Parks #50 was developed as a much better alternative to the treacherous nature of water for steels that were initially designated as "water hardening", or ones that would be shallow hardened in the Jominy test which actually used a water jet/spray as its coolant. Alloy steels that easily hardened to full depth were deemed deeper hardening and were designated "oil hardening".
Which brings me to the next point, (sorry John, but you know we are cool, and I know you get it) that #50 is definitely designed to replace water, and not oil, in hardening steel. Using Park#50 on deep hardening steel is a serious mismatch despite how lucky many folks have gotten. I too have used Parks #50 on deeper hardening alloys and managed to survive the ordeal. But this is like the folks who say they have smoked their entire lives with no ill effects- all this means is that they have been lucky, it does not change the fact that smoking is an incredibly hazardous habit that has killed thousands.
I am only pointing this out because I have seen a trend in our business to use Parks #50 as a panacea to avoid buying another quenchant when working with a steel that is ill suited for water type quenching, this is not the best approach and there is a reason that different speed quenchants were developed for different steels. Using the same quenchant for a vast array of alloys, from very shallow to very deep hardening, is like keeping your drill press on the same speed regardless of what size bit you are using, or what material you are drilling. You can do it, but expect to buy a whole lot of drill bits in your career. I would say that if any makers are set on using Parks #50 on any steel from 1095 to O-1 that it would be cheaper just to get a gallon of canola and call it good. After all, one doesn't need the expense of a Bridgeport mill if they will never change the speed of cut.
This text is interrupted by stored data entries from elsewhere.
describe('invitations: used, expired, revoked and replaced links', () => {
  it('refuses a link that was already used', async () => {
    const { token } = await invite({ email: uniqueEmail('reuse'), role: 'coach' });
    expect((await new ApiClient(f.app).post(`/api/v1/invitations/${token}/accept`, { displayName: 'First Use', password: NEW_PASSWORD })).status).toBe(200);
    const again = await new ApiClient(f.app).post(`/api/v1/invitations/${token}/accept`, { displayName: 'Second Use', password: NEW_PASSWORD });
    expect(again.status).toBe(410);
    expect(again.body.error).toMatchObject({ code: 'INVITATION_USED', message: 'This invitation has already been used. Sign in to reach the club.' });
    expect((await new ApiClient(f.app).get(`/api/v1/invitations/${token}`)).body.error.code).toBe('INVITATION_USED');
  });

  it('refuses an expired link and lists the invitation as expired', async () => {
    const { token, invitation } = await invite({ email: uniqueEmail('late'), role: 'coach' });
    await Invitation.update({ expiresAt: new Date(Date.now() - 60_000) }, { where: { id: invitation.id } });
    const res = await new ApiClient(f.app).post(`/api/v1/invitations/${token}/accept`, { displayName: 'Too Late', password: NEW_PASSWORD });
    expect(res.status).toBe(410);
    expect(res.body.error.code).toBe('INVITATION_EXPIRED');
    expect(res.body.error.message).toMatch(/^This invitation expired on .+\. Ask the club admin to send it again; the new e-mail has a fresh link\.$/);
    const list = await f.admin.get(base());
    expect(list.body.data.find((i: { id: number }) => i.id === invitation.id).state).toBe('expired');
  });

  it('refuses a revoked link and lists the invitation as revoked', async () => {
    const { token, invitation } = await invite({ email: uniqueEmail('revoked'), role: 'coach' });
    const revoked = await f.admin.post(`${base()}/${invitation.id}/revoke`);
    expect(revoked.status).toBe(200);
    expect(revoked.body.data.state).toBe('revoked');
    const res = await new ApiClient(f.app).post(`/api/v1/invitations/${token}/accept`, { displayName: 'Not Wanted', password: NEW_PASSWORD });
    expect(res.status).toBe(410);
    expect(res.body.error).toMatchObject({ code: 'INVITATION_REVOKED', message: 'The club withdrew this invitation. Ask the club admin if you should still join.' });
  });

  it('refuses to resend a revoked invitation', async () => {
    const { invitation } = await invite({ email: uniqueEmail('revoked'), role: 'coach' });
    await f.admin.post(`${base()}/${invitation.id}/revoke`);
    const res = await f.admin.post(`${base()}/${invitation.id}/resend`);
    expect(res.status).toBe(409);
    expect(res.body.error.message).toBe(`This invitation was revoked. To invite ${invitation.email} again, send a new invitation.`);
  });

  it('refuses to revoke or resend an accepted invitation', async () => {
    const { token, invitation } = await invite({ email: uniqueEmail('done'), role: 'coach' });
    await new ApiClient(f.app).post(`/api/v1/invitations/${token}/accept`, { displayName: 'Done Deal', password: NEW_PASSWORD });
    const revoke = await f.admin.post(`${base()}/${invitation.id}/revoke`);
    expect(revoke.status).toBe(409);
    expect(revoke.body.error.message).toBe(`${invitation.email} has already accepted this invitation. To take them out of the club, remove them in the member list.`);
    const resend = await f.admin.post(`${base()}/${invitation.id}/resend`);
    expect(resend.status).toBe(409);
    expect(resend.body.error.message).toMatch(/accepted this invitation on .+; there is nothing to resend\.$/);
  });

  it('sends a new link and kills the old one when an invitation is resent', async () => {
    const email = uniqueEmail('resend');
    const { token: oldToken, invitation } = await invite({ email, role: 'coach' });
    await Invitation.update({ expiresAt: new Date(Date.now() - 60_000) }, { where: { id: invitation.id } });
    const since = mail.lastId();
    const res = await f.admin.post(`${base()}/${invitation.id}/resend`);
    expect(res.status).toBe(200);
    expect(res.body.data.state).toBe('pending');
    const newToken = linkToken(await mail.waitFor(email, since), '/join/');
    expect(newToken).not.toBe(oldToken);
    const old = await new ApiClient(f.app).get(`/api/v1/invitations/${oldToken}`);
    expect(old.status).toBe(404);
    expect(old.body.error.code).toBe('INVITATION_INVALID');
    expect((await new ApiClient(f.app).post(`/api/v1/invitations/${newToken}/accept`, { displayName: 'Second Mail', password: NEW_PASSWORD })).status).toBe(200);
  });

  it('answers the same clear 404 for a cut-off link and an unknown one', async () => {
    const cut = await new ApiClient(f.app).get('/api/v1/invitations/abc123');
    const unknown = await new ApiClient(f.app).get(`/api/v1/invitations/${'A'.repeat(43)}`);
    expect(cut.status).toBe(404);
    expect(cut.body).toEqual(unknown.body);
    expect(cut.body.error.message).toBe(
      'This invitation link is not valid: it may have been cut short when it was copied, or replaced by a newer e-mail. Open the link in the latest invitation, or ask the club admin to send it again.',
    );
  });
});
Luciusx5, in my experience, Parks #50 is ideal for both of your steels, i.e. 1075 and 1084, I spent a good six months last year looking at 1084 under a microscope and #50 yielded optimum results. If you want to work with hamons, 1075 in Parks #50 will allow you to be a Rembrandt in selective hardening. With either of these steels, if you find the hamon working under the clay, keep that oil and just adjust your pre-hardening thermal treatments and hardening temp to affect the responsiveness to the clay.